La cuarta exposición fue un poco menos variada, ya que Renoir, Sisley y Berthe Morisot estuvieron ausentes. Sin embargo, las contribuciones de Monet y Pissarro continuaron afirmando el papel central del paisaje en el movimiento impresionista. El principal ataque de los críticos lo provocaron los cuadros La Calle Montorgueil en París. Fiesta del 30 junio de 1878 (1878, colección privada, París; W., I, 469) y La calle Saint-Denis en París. Fiesta del 30 junio de 1878 (1878, Museo de Bellas Artes, Rouen; W., I. 470) de Monet. En la reseña crítica de Albert Wolff en Le Figaro, aunque exaltaba la posición excepcional de Monet entre los impresionistas y expresó un cierto gusto por algunos paisajes, llegó a la conclusión categórica de que “…había caído tan bajo que jamás lograría levantarse de nuevo”. Y luego agrega, refiriéndose también a Pissarro: “La velocidad de la obra de estos artistas indica cuán poco necesitan ellos para darse por satisfechos. Monet expone treinta paisajes terminados, podríamos sospechar, en un solo día. Pissarro pintarrajea una docena de cuadros antes del desayuno y expone cuarenta de ellos. ¡Estos hábiles caballeros sí que trabajan rápido! Dos o tres pinceladas caprichosas y de afán con un pincel viejo, la firma, y el cuadro está terminado”.[10] Este era el tipo de comentarios que recibían artistas que habían invertido grandes cantidades de tiempo y energía en la creación de paisajes; artistas llenos de inquietud y de búsqueda.
Los panoramas urbanos de Monet en la cuarta exposición revelan cambios conceptuales y de estilo. Las calles de Montorgueil y Saint Denis habían sido decoradas para la Exposición Universal. Para hacer los cuadros, Monet adoptó un punto de vista similar al que usó en Boulevard des Capucines, mirando hacia abajo desde un balcón (hoy día no se acostumbra a declarar la posición desde la cual se pintaron los cuadros). El artista inmediatamente lanza al espectador a las profundidades de las calles, llenas de banderas que se agitan al viento; la alegría de la muchedumbre, que blande banderas de color azul, blanca y rojo, la atención del tema de la calle en sí mismo. En el Boulevard des Capucines se podían distinguir los elementos que confluían en la ciudad: las casas inundadas de luz, los árboles del Boulevard, los carruajes y las figuras de los peatones. Pero en este otro cuadro el espectador no tiene oportunidad de divisar detalles de nada. Desde los techos de las edificaciones hasta las vitrinas de las tiendas, todo está atiborrado de banderas. Por lo tanto, no es del todo reprochable que los comentaristas ignoraran los extensos títulos que tenían estos cuadros y que los reemplazaran por uno corto, como Banderas. Los panoramas de la estación de Saint-Lazare mostraban nuevos desarrollos en la personalidad pictórica de Monet. Aquí había pinceladas fuertes que incluso a veces “fragmentaban” la imagen. De igual manera, en Banderas, las pinceladas en forma de coma eran frenéticas, huellas enérgicas de un pincel que literalmente fustiga el lienzo, y de colores, como el rojo, que trasciende con vigor y seguridad. Con la permanente preocupación de expresar la luz y la atmósfera, Monet llegó a adquirir, a finales de la década de 1870 y comienzos de la siguiente, una gran expresividad en el color y fuerza en la pincelada.

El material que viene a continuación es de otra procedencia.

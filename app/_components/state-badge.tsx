import { STATES, type RevisionState } from '@/lib/review/workflow'

// Shape and text carry the state, not colour alone; both come from the workflow table.
export function StateBadge({ state }: { state: RevisionState }) {
  const s = STATES[state]
  return <span className={`inline-block rounded-sm border px-1.5 py-0.5 text-[11px] font-semibold ${s.badge}`}>{s.label}</span>
}
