/**
 * The sizing assistant: from what the machine needs (stroke, line offset or a range of it, an
 * envelope, a smallest transmission angle, the load) to ranked, feasible dimensions for the
 * Peaucellier cell and Hart's inversor. Pure: the CLI (`npm run size`), the API
 * (`POST /api/v1/size`) and the bench call it alike, and every proposal is measured by the same
 * engine a calc uses (lib/linkage for the positions, `runMechanism` for the forces).
 *
 * Method: with the crank pivot on the crank circle through the pole (e = r) the line sits at
 * d = k/(2r). For a target d, a crank r and a link proportion (s/l, or b/a and μ) fix the cell:
 * l = √(2rd/(1 − σ²)), a = √(2rd/(μ(1 − μ)(1 − β²))). A grid over r, the proportion (and μ) is
 * screened by kinematics (usable stroke, transmission angle over the stroke, envelope); the
 * survivors get statics over the stroke and are ranked by the goal.
 */
import { runMechanism } from '@/lib/calc/mechanism'
import { assessGeometry, placeAt } from '@/lib/linkage'
import { getMechanism } from '@/lib/mechanisms'
import type { Vec } from '@/lib/linkage/vec'
import { sizingInputSchema, GOAL_LABELS, type SizingGoal, type SizingInput, type SizingRequest } from './schema'

export { sizingInputSchema, SIZING_GOALS, GOAL_LABELS, type SizingGoal, type SizingInput, type SizingRequest } from './schema'

export interface SizingMetrics {
  usableStroke: number
  lineOffset: number
  minTransmissionDeg: number
  peakPinForce: number
  peakPinJoint: string
  peakTorque: number
  footprint: { width: number; height: number; area: number }
  /** Crank angles that cover the stroke asked for, degrees (±). */
  crankRangeDeg: number
}

export interface SizingProposal {
  mechanism: 'peaucellier' | 'hart'
  label: string
  /** Ready for a calc input's `geometry` (mm; e = r, the straight line). */
  geometry: Record<string, number>
  metrics: SizingMetrics
  /** 1 = best for the goal over every mechanism. */
  rank: number
  /** How it compares with the best proposal, in words. */
  tradeoff: string
}

export interface SizingOutput {
  goal: SizingGoal
  goalLabel: string
  request: SizingRequest
  proposals: SizingProposal[]
  /** How many candidates were tried and how many met every constraint. */
  tried: number
  feasible: number
  /** Why nothing was found, when nothing was. */
  advice?: string
}

const DEG = Math.PI / 180
const round1 = (x: number) => Math.round(x * 10) / 10
const round3 = (x: number) => Math.round(x * 1000) / 1000

function offsetsOf(req: SizingRequest): number[] {
  const o = req.offset
  if (typeof o === 'number') return [o]
  if (o) return o.max === o.min ? [o.min] : Array.from({ length: 5 }, (_, i) => o.min + ((o.max - o.min) * i) / 4)
  return [0.5, 0.75, 1, 1.25, 1.5, 2].map((f) => f * req.stroke)
}

function offsetOk(req: SizingRequest, d: number): boolean {
  const o = req.offset
  if (typeof o === 'number') return Math.abs(d - o) <= 0.5
  if (o) return d >= o.min - 1e-9 && d <= o.max + 1e-9
  return true
}

const CRANK_FACTORS = [0.12, 0.16, 0.2, 0.25, 0.3, 0.4, 0.5, 0.6, 0.75, 0.9, 1.1, 1.4, 1.8]
const PROPORTIONS = [0.2, 0.3, 0.4, 0.5, 0.6, 0.7, 0.8]
const RATIOS = [0.2, 0.3, 0.4, 0.5, 0.6, 0.7]

/** Geometries to try, each on the straight line (e = r) at offset d, lengths to 0.1 mm. */
function* candidates(req: SizingRequest, mechanism: 'peaucellier' | 'hart'): Generator<Record<string, number>> {
  for (const d of offsetsOf(req)) {
    for (const f of CRANK_FACTORS) {
      const r = round1(f * req.stroke)
      if (r <= 0) continue
      for (const p of PROPORTIONS) {
        if (mechanism === 'peaucellier') {
          const l = Math.sqrt((2 * r * d) / (1 - p * p))
          yield { arm: round1(l), side: round1(p * l), crank: r, crankPivotOffset: r }
        } else {
          for (const mu of RATIOS) {
            const a = Math.sqrt((2 * r * d) / (mu * (1 - mu) * (1 - p * p)))
            yield { long: round1(a), short: round1(p * a), ratio: mu, crank: r, crankPivotOffset: r }
          }
        }
      }
    }
  }
}

/** Angle between two links at a vertex, folded to 0–90° (0° = in line), as the engine reports it. */
function transmission(j: Record<string, Vec>, v: string, a: string, b: string): number {
  const ux = j[a].x - j[v].x
  const uy = j[a].y - j[v].y
  const wx = j[b].x - j[v].x
  const wy = j[b].y - j[v].y
  const c = (ux * wx + uy * wy) / (Math.hypot(ux, uy) * Math.hypot(wx, wy))
  const g = Math.acos(Math.min(1, Math.max(-1, c))) / DEG
  return Math.min(g, 180 - g)
}

interface Screened {
  mechanism: 'peaucellier' | 'hart'
  geometry: Record<string, number>
  angles: number[]
  metrics: Omit<SizingMetrics, 'peakPinForce' | 'peakPinJoint' | 'peakTorque'>
}

/** Kinematics only: stroke, offset, transmission angle over the stroke, envelope. */
function screen(req: SizingRequest, mechanism: 'peaucellier' | 'hart', geometry: Record<string, number>): Screened | null {
  const def = getMechanism(mechanism)
  const parsed = def.geometry.safeParse(geometry)
  if (!parsed.success) return null
  const { cell, crank: r, offset: e } = def.model(parsed.data)
  const v = assessGeometry(cell, e, r, req.toggleMarginDeg)
  if (!v.feasibility.ok || v.path?.kind !== 'line') return null
  const usableStroke = 2 * v.usable.half
  if (usableStroke < req.stroke || !offsetOk(req, v.lineOffset)) return null
  // The crank angle at which the tracer reaches the end of the stroke asked for (|T_y| grows with |θ|).
  const ty = (deg: number) => Math.abs(placeAt(cell, e, r, deg * DEG)?.T.y ?? Infinity)
  let lo = 0
  let hi = v.usable.crankMaxDeg
  if (ty(hi) < req.stroke / 2) return null
  for (let i = 0; i < 50; i++) {
    const mid = (lo + hi) / 2
    if (ty(mid) < req.stroke / 2) lo = mid
    else hi = mid
  }
  const range = hi
  const n = 13
  const angles = Array.from({ length: n }, (_, i) => -range + (2 * range * i) / (n - 1))
  let minT = 90
  let x0 = 0
  let x1 = 0
  let y0 = 0
  let y1 = 0
  for (const deg of angles) {
    const j = placeAt(cell, e, r, deg * DEG)
    if (!j) return null
    for (const [vx, a, b] of cell.transmission) minT = Math.min(minT, transmission(j, vx, a, b))
    for (const p of Object.values(j)) {
      x0 = Math.min(x0, p.x)
      x1 = Math.max(x1, p.x)
      y0 = Math.min(y0, p.y)
      y1 = Math.max(y1, p.y)
    }
  }
  if (minT < req.minTransmissionDeg) return null
  const footprint = { width: x1 - x0, height: y1 - y0, area: (x1 - x0) * (y1 - y0) }
  if (req.envelope && (footprint.width > req.envelope.width || footprint.height > req.envelope.height)) return null
  return { mechanism, geometry, angles, metrics: { usableStroke, lineOffset: v.lineOffset, minTransmissionDeg: minT, footprint, crankRangeDeg: range } }
}

/** Statics over the stroke by the calc's own engine; null when a position is locked. */
function withForces(req: SizingRequest, s: Screened): SizingMetrics | null {
  const out = runMechanism({
    mechanism: s.mechanism,
    geometry: s.geometry,
    loads: [{ name: 'Load', fx: req.load.fx, fy: req.load.fy }],
    crankAnglesDeg: s.angles,
    toggleMarginDeg: req.toggleMarginDeg,
  } as Parameters<typeof runMechanism>[0])
  if (!out.feasibility.ok || out.toggles.length > 0 || out.positions.length !== s.angles.length) return null
  let pin = { value: 0, joint: '' }
  let torque = 0
  for (const p of out.positions) {
    torque = Math.max(torque, Math.abs(p.driveTorque))
    for (const [joint, f] of Object.entries(p.pinForces)) if (f.magnitude > pin.value) pin = { value: f.magnitude, joint }
  }
  return { ...s.metrics, peakPinForce: pin.value, peakPinJoint: pin.joint, peakTorque: torque }
}

const score: Record<SizingGoal, (m: SizingMetrics) => number> = {
  'pin-force': (m) => m.peakPinForce,
  torque: (m) => m.peakTorque,
  footprint: (m) => m.footprint.area,
}

/** Two proposals are alike when every length is within 5 % of the other's. */
function alike(a: Record<string, number>, b: Record<string, number>): boolean {
  return Object.keys(a).every((k) => Math.abs(a[k] - b[k]) <= 0.05 * Math.max(Math.abs(a[k]), Math.abs(b[k]), 1e-9))
}

function pct(x: number, best: number): string {
  if (best === 0) return ''
  const p = Math.round((Math.abs(x - best) / best) * 100)
  return p === 0 ? ' (same)' : ` (${x > best ? '+' : '−'}${p} %)`
}
const n0 = (x: number) => String(Math.round(x))

function tradeoffOf(m: SizingMetrics, best: SizingMetrics, first: boolean): string {
  const parts = [
    `peak pin force ${n0(m.peakPinForce)} N${first ? '' : pct(m.peakPinForce, best.peakPinForce)}`,
    `peak drive torque ${n0(m.peakTorque)} N·mm${first ? '' : pct(m.peakTorque, best.peakTorque)}`,
    `footprint ${n0(m.footprint.width)} × ${n0(m.footprint.height)} mm${first ? '' : pct(m.footprint.area, best.footprint.area)}`,
    `smallest transmission angle ${Math.round(m.minTransmissionDeg)}°`,
  ]
  return first ? `Best for the goal: ${parts.join(', ')}.` : `Against the best: ${parts.join(', ')}.`
}

export function sizeMechanism(input: SizingInput): SizingOutput {
  const req = sizingInputSchema.parse(input)
  let tried = 0
  const found: { mechanism: 'peaucellier' | 'hart'; geometry: Record<string, number>; metrics: SizingMetrics }[] = []
  for (const mechanism of req.mechanisms) {
    for (const geometry of candidates(req, mechanism)) {
      tried++
      const s = screen(req, mechanism, geometry)
      const metrics = s && withForces(req, s)
      if (metrics) found.push({ mechanism, geometry, metrics })
    }
  }
  const rank = score[req.goal]
  found.sort((a, b) => rank(a.metrics) - rank(b.metrics) || a.metrics.footprint.area - b.metrics.footprint.area)
  const chosen: typeof found = []
  for (const mechanism of req.mechanisms) {
    const mine: typeof found = []
    for (const c of found) {
      if (c.mechanism !== mechanism || mine.some((m) => alike(m.geometry, c.geometry))) continue
      mine.push(c)
      if (mine.length === req.count) break
    }
    chosen.push(...mine)
  }
  chosen.sort((a, b) => rank(a.metrics) - rank(b.metrics) || a.metrics.footprint.area - b.metrics.footprint.area)
  const best = chosen[0]?.metrics
  const proposals = chosen.map((c, i) => ({
    mechanism: c.mechanism,
    label: getMechanism(c.mechanism).label,
    geometry: Object.fromEntries(Object.entries(c.geometry).map(([k, v]) => [k, round3(v)])),
    metrics: c.metrics,
    rank: i + 1,
    tradeoff: tradeoffOf(c.metrics, best!, i === 0),
  }))
  const advice = proposals.length
    ? undefined
    : 'No cell met every constraint. Allow a smaller transmission angle, a larger envelope, a wider offset range or a shorter stroke.'
  return { goal: req.goal, goalLabel: GOAL_LABELS[req.goal], request: req, proposals, tried, feasible: found.length, advice }
}

/** A new calc's input for a proposal: the geometry, the load, the stroke and the working crank range. */
export function calcInputOf(p: SizingProposal, req: SizingRequest): Record<string, unknown> {
  return {
    mechanism: p.mechanism,
    geometry: p.geometry,
    loads: [{ name: 'Working load', fx: req.load.fx, fy: req.load.fy }],
    toggleMarginDeg: req.toggleMarginDeg,
    requiredStroke: req.stroke,
  }
}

En 1880, con cuarenta años de edad, Monet había llegado al final de esta primera década del movimiento impresionista de manera coherente con sus principios. Lo respaldaban docenas de obras, que se convertirían en clásicos del Impresionismo, y su método creativo estaba ya definido, incluida la pintura al aire libre, consigna general del movimiento.
No nos sorprende el hecho mismo de que pintaran en exteriores; era costumbre habitual de varias generaciones de artistas, que dibujaban, pintaban con acuarelas y hacían bocetos al óleo copiando directamente de la naturaleza. Sin embargo, con más frecuencia de la imaginada, este material constituía sólo la base para una creación final, de un lienzo que se finalizaría dentro del taller. Los impresionistas (sobre todo Monet) querían hacer de la naturaleza en sí misma un taller y eliminar la diferencia entre el boceto, resultado de la observación directa, y el cuadro acabado: pretendían sintetizar todo el proceso creativo. De ahí las numerosas quejas de Monet por el mal tiempo en sus cartas. Se desesperaba con la lluvia, el viento y la luz cambiante, aunque estas alteraciones del clima y de la luz se le antojaran tan atractivas. ¿Cómo plasmar pastizales o aguas ondeantes con la pintura? ¿Y cómo plasmar en el lienzo la capa esponjosa de nieve recién caída o la fragilidad de un deshielo en el agua corriente? Monet estaba convencido de que todo ello podía lograrse con la observación pertinaz de la naturaleza. Por esta razón, partía todos los días, mañana, tarde y noche, vestido con ropa adecuada para soportar los rigores del clima, al campo abierto a trabajar. A veces se veía obligado a protegerse de las tormentas y al lienzo, con un paraguas. En la década de 1870, los principios estéticos de Monet tomaron su forma definitiva. El mundo común y corriente que rodeaba al hombre aparecía transformado en sus lienzos, sin trazas de tedio ni tristeza, sino más bien con expresión de júbilo.
Monet no veía en la naturaleza motivos de melancolía ni de pesadumbre, y una vez liberado del carácter sombrío que dictaban las normas convencionales, conjugaba con maestría en su paleta su optimismo, iluminando los objetos y la naturaleza con brillo y colores solares. Las grandes extensiones recreadas en sus cuadros estaban llenas de luz y aire, lo cual demuestra su asombrosa capacidad de percibir de la naturaleza como una combinación de elementos variables.
La textura de sus cuadros adquirió una particularidad diversa, creada por un sinnúmero de pinceladas vibrantes. Es entonces cuando se puede afirmar que todo contribuía a hacer de Monet un paisajista original y vital, inédito hasta entonces en Francia. ¿Cuáles fueron los resultados tangibles de esta década que acababa de terminar? ¿Cómo lo veían en su momento? No sus amigos y colegas, aliados incondicionales de su obra, sino el público en general y la prensa, que condicionaba al público con sus críticas. Con raras excepciones, la prensa se refería a Monet en los términos más despectivos. Su situación familiar, compuesta ahora por dos niños y su esposa enferma (Camille murió en 1879 luego de una dolorosa enfermedad), era de veras catastrófica, como lo atestiguan sus cartas.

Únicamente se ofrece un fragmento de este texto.